As @dimitarvp says it's just to allow the Query Log without the noise of a device that floods it. A single Roku device or the Velop mesh floods the Query Log and make it near impossible to pick out a web page domain that needs whitelisting, since the domain has already been carried off the page in the seconds it takes to view the Query Log.

I don't mind – and in fact, want – the long-term logging of the noise because I want that to accurately represent what Pi-hole saw. The long-term database isn't a problem though since it is used to search for things so filtering is applied by the user in normal operation.
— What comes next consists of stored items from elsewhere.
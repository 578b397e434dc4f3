//! Host overhead per transaction: a Lua loop of 100,000 one-byte register
//! reads against the simulated adapter.
//!
//! Run: `cargo bench --bench host_overhead` (release build). Prints
//! microseconds of host time per transaction for four cases: `default`,
//! what `buscue run` does with no flags (a trace file and the plain frame
//! log to a file, both through the writers the command uses); `quiet`, as
//! `--no-trace -q` (no trace, no frame lines); and the frame log alone,
//! plain (`plain`) and JSON (`json`). Goal: at most 2 us on the default
//! path, far below the ~40 us a one-byte register read takes on the wire
//! at 1 MHz.

use std::io::BufWriter;
use std::sync::Arc;
use std::sync::atomic::AtomicBool;
use std::time::Instant;

use buscue::adapter::Adapter as _;
use buscue::cli::out::{LogOut, Out};
use buscue::record::Sink;
use buscue::script::{self, RunConfig, Session};
use buscue::sim::{Bench, SimAdapter};
use buscue::trace::{Header, TraceWriter};
use buscue::view::json::JsonLines;
use buscue::view::plain::PlainLog;

const BENCH: &str = r#"
format = "buscue-bench/1"
name = "overhead"
speed = "1M"
[[device]]
name = "r"
model = "register"
address = 0x20
[[device.register]]
at = 0x05
reset = 0x5A
"#;

const READS: u64 = 100_000;

/// `BUSCUE_BENCH_READS` overrides the count (for instruction counting
/// under valgrind, say).
fn reads() -> u64 {
    std::env::var("BUSCUE_BENCH_READS").ok().and_then(|v| v.parse().ok()).unwrap_or(READS)
}

const CASES: [&str; 4] = ["default", "quiet", "plain", "json"];

/// `BUSCUE_BENCH_CASE=default`, `quiet`, `plain` or `json` runs one case
/// only, so an instruction count can be taken per case; unset (or anything
/// else) runs all.
fn wants(case: &str) -> bool {
    match std::env::var("BUSCUE_BENCH_CASE") {
        Ok(c) if CASES.contains(&c.as_str()) => c == case,
        _ => true,
    }
}

/// The frame log as `buscue run` writes it to a file (block-buffered).
fn frame_log(f: std::fs::File) -> LogOut<Out<std::fs::File>> {
    LogOut::new(Out::new(f), false)
}

/// Runs the loop with the sinks `make` adds for the folder it is given
/// and the frame-log file.
fn measure(label: &str, make: impl Fn(&std::path::Path, std::fs::File, &SimAdapter) -> Vec<Box<dyn Sink>>) {
    let dir = tempfile::tempdir().expect("temp dir");
    let script = dir.path().join("loop.lua");
    std::fs::write(
        &script,
        format!(
            "local d = bus.device(0x20)\nfor i = 1, {} do\n  if d:get(0x05) ~= 0x5A then error('bad') end\nend\n",
            reads()
        ),
    )
    .expect("write script");
    let log = std::fs::File::create(dir.path().join("frames.log")).expect("log file");
    let adapter = SimAdapter::new(Bench::from_str(BENCH, "overhead").expect("bench"), false);
    let interrupt = Arc::new(AtomicBool::new(false));
    let sinks = make(dir.path(), log, &adapter);
    let mut session = Session::new(Box::new(adapter), interrupt.clone());
    for sink in sinks {
        session.add_sink(sink);
    }
    let cfg = RunConfig::new(script);
    let start = Instant::now();
    let report = script::run(session, &cfg, interrupt);
    let host = start.elapsed();
    assert!(report.abort.is_none(), "{:?}", report.abort);
    let mut session = report.session;
    session.finish(0, None).expect("finish");
    let size = |name: &str| std::fs::metadata(dir.path().join(name)).map(|m| m.len() as f64 / 1e6).unwrap_or(0.0);
    let n = reads();
    let per = host.as_secs_f64() * 1e6 / n as f64;
    let bus = session.stats.bus_time.as_secs_f64() * 1e6 / n as f64;
    println!(
        "{label:<26} {n} reads  host {:>8.3} ms  {per:>6.3} us/transaction  (modelled bus time {bus:.1} us each, log {:.1} MB, trace {:.1} MB)",
        host.as_secs_f64() * 1e3,
        size("frames.log"),
        size("trace.jsonl"),
    );
}

fn main() {
    // `cargo test --benches` runs this with `--bench` absent: keep that quick.
    let quick = !std::env::args().any(|a| a == "--bench");
    if quick {
        println!("host_overhead: run with `cargo bench --bench host_overhead` for numbers");
        return;
    }
    for _ in 0..2 {
        if wants("default") {
            measure("default: trace + frame log", |dir, f, adapter| {
                let header = Header::new("run", adapter.snapshot());
                let trace = TraceWriter::create(&dir.join("trace.jsonl"), &header).expect("trace");
                vec![Box::new(trace), Box::new(PlainLog::new(frame_log(f), false, true))]
            });
        }
        if wants("quiet") {
            measure("quiet: no trace, -q", |_, f, _| vec![Box::new(PlainLog::new(frame_log(f), false, false))]);
        }
        if wants("plain") {
            measure("plain frame log", |_, f, _| vec![Box::new(PlainLog::new(BufWriter::new(f), false, true))]);
        }
        if wants("json") {
            measure("JSON lines", |_, f, _| vec![Box::new(JsonLines::new(BufWriter::new(f)))]);
        }
    }
}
Thanks for looking at this.

1 Like

I implemented a very first draft where the effect is indeed limited to the Query Log only. This is what is left when adding the regex exclusion rule [a-z]:

If you pay close attention to the text below the Query Log, you'll see that this filtering is indirectly obvious from the UI.

Any number of regular expressions is supported. Note that above mentioned performance-warning stays: Every domain to be displayed has to be matched against every of you configured regular expressions. That being said, there will be no performance hit if the array of regular expressions is empty.

This is implemented in the realm of the ongoing Pi-hole v6.0 development on branch new/queryLogRegex:

4 Likes

This feature has been merged into the v6.0 beta code. You will not only be able to hide domain on a regex basis but als clients (both by hostname and IP address). The same filters will apply both to the Query Log and the tables on the dashboard.

2 Likes

I think most of us want to have a clean query log to find the interesting domains more easily.

The best would be if the audited Domains would optionally not show up in the log.
Audited domains have been already checked and need no further attention, at least for a while.

With this implemented it should also be possible to browse the Audit log for easy changes.